• TASK DESCRIPTION: Below are records; reproduce exactly the lines from the first through the one containing "from braggstrain.geometry.crystal import".
### EXTRACTED INFORMATION
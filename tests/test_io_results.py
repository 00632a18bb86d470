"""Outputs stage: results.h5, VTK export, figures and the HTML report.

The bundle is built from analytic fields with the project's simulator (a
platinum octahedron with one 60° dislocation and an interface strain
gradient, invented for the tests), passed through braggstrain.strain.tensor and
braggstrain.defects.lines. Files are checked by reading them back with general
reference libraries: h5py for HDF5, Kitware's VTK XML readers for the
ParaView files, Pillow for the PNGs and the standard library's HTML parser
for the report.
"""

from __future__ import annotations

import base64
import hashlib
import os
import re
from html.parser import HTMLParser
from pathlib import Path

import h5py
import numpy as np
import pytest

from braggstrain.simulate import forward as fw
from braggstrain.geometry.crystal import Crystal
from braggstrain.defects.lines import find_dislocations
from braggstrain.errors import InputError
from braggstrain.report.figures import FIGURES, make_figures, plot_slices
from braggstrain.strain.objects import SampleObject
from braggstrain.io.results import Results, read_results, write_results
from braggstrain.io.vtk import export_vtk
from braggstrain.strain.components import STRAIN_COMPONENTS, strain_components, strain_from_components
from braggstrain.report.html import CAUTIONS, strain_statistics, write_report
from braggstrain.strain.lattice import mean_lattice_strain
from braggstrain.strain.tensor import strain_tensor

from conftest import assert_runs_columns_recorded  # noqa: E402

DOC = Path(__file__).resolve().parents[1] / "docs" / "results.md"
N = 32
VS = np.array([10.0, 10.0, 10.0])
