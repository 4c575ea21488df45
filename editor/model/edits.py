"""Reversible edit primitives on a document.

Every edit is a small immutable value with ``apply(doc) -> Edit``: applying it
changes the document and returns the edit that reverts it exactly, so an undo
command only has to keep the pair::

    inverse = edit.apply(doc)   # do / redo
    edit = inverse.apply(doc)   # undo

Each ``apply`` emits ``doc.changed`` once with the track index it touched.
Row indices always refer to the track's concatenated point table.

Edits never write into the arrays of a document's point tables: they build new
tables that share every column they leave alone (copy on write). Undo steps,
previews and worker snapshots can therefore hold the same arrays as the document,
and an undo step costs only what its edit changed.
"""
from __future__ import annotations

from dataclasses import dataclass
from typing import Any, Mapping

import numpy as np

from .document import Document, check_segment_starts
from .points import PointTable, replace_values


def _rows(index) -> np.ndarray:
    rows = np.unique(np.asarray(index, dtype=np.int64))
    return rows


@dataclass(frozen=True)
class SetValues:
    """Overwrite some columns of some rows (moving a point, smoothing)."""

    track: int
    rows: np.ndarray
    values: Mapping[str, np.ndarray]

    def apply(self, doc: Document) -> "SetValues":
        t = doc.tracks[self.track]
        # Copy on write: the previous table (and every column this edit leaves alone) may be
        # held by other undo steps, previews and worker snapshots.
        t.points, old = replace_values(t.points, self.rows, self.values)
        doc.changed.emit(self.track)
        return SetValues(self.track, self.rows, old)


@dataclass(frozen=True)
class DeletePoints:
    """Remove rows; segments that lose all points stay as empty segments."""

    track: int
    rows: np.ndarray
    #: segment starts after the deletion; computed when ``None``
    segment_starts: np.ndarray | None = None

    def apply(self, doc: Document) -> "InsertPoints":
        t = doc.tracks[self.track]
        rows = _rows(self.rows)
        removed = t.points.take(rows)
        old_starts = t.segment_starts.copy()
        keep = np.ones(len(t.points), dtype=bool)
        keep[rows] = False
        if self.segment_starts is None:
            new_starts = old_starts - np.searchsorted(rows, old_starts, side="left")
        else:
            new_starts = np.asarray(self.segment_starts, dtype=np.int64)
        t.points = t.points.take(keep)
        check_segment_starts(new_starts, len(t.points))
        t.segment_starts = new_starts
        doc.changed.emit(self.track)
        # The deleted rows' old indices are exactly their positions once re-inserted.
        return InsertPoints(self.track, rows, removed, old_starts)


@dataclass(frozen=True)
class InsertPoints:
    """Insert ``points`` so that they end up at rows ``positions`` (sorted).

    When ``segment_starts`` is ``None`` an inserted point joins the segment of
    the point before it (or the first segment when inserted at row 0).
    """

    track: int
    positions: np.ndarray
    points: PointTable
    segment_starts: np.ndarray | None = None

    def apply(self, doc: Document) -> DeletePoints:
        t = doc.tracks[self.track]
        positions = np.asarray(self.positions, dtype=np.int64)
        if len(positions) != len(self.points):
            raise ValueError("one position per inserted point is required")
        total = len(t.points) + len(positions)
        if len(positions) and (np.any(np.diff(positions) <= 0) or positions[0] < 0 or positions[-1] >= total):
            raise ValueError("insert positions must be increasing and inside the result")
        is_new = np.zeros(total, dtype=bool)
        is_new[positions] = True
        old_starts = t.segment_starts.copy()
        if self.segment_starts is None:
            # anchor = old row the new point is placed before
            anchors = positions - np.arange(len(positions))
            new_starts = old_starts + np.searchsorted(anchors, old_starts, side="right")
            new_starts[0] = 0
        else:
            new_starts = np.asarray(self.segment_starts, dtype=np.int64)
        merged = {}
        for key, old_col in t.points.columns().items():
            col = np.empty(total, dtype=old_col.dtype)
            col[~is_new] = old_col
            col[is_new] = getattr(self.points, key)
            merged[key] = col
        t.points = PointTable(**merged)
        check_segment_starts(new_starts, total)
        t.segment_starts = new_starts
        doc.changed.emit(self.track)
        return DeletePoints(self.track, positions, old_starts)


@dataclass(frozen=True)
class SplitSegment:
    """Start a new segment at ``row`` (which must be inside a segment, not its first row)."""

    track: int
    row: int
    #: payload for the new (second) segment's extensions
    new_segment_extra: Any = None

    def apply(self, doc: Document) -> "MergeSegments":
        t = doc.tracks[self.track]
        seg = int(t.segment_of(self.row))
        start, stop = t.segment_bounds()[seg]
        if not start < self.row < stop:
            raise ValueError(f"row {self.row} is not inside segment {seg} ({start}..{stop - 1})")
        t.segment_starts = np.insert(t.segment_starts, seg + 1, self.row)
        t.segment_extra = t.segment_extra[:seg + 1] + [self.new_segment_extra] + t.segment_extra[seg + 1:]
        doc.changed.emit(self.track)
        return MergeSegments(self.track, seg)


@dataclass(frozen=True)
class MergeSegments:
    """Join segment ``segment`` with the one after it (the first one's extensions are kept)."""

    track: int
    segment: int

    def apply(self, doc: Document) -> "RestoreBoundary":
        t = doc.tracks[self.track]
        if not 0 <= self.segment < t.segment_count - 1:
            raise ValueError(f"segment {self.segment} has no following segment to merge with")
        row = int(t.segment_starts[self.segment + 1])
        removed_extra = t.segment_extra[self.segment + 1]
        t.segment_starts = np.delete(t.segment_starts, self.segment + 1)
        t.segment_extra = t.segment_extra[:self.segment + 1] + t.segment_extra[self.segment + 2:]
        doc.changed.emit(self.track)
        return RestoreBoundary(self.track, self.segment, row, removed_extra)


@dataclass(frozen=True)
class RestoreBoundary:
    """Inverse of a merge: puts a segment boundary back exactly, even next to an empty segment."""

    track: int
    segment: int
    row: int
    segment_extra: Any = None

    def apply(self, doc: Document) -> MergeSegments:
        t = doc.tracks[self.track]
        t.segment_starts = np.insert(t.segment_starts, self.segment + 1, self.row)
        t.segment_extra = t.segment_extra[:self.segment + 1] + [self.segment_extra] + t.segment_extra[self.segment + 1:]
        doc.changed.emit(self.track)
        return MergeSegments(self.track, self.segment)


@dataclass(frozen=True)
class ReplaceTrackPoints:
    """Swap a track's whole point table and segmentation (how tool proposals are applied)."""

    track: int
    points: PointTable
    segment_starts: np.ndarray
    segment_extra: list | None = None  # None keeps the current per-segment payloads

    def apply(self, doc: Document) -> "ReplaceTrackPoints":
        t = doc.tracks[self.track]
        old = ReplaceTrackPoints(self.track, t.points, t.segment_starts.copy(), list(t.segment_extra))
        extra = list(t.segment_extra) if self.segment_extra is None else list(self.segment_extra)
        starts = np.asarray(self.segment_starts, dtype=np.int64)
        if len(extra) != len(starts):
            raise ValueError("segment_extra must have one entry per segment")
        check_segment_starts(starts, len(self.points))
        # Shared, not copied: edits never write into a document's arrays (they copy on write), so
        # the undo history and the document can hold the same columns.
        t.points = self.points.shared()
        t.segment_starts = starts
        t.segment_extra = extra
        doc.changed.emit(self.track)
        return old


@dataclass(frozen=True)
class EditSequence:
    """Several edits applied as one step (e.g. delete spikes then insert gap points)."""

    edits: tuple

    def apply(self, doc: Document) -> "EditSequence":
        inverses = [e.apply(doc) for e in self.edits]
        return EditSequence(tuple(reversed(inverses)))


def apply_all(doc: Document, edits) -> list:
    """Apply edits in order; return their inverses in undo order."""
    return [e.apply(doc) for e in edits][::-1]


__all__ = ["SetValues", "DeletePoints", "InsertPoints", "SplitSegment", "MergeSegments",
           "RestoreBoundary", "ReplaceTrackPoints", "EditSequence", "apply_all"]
######
• SOLUTION FOR THIS EXERCISE:
filename tests/test_io_results.py
repository 00632a18bb86d470
"""Outputs stage: results.h5, VTK export, figures and the HTML report.

The bundle is built from analytic fields with the project's simulator (a
platinum octahedron with one 60° dislocation and an interface strain
gradient, invented for the tests), passed through braggstrain.strain.tensor and
braggstrain.defects.lines. Files are checked by reading them back with general
reference libraries: h5py for HDF5, Kitware's VTK XML readers for the
ParaView files, Pillow for the PNGs and the standard library's HTML parser
for the report.
"""

from __future__ import annotations

import base64
import hashlib
import os
import re
from html.parser import HTMLParser
from pathlib import Path

import h5py
import numpy as np
import pytest

from braggstrain.simulate import forward as fw
from braggstrain.geometry.crystal import Crystal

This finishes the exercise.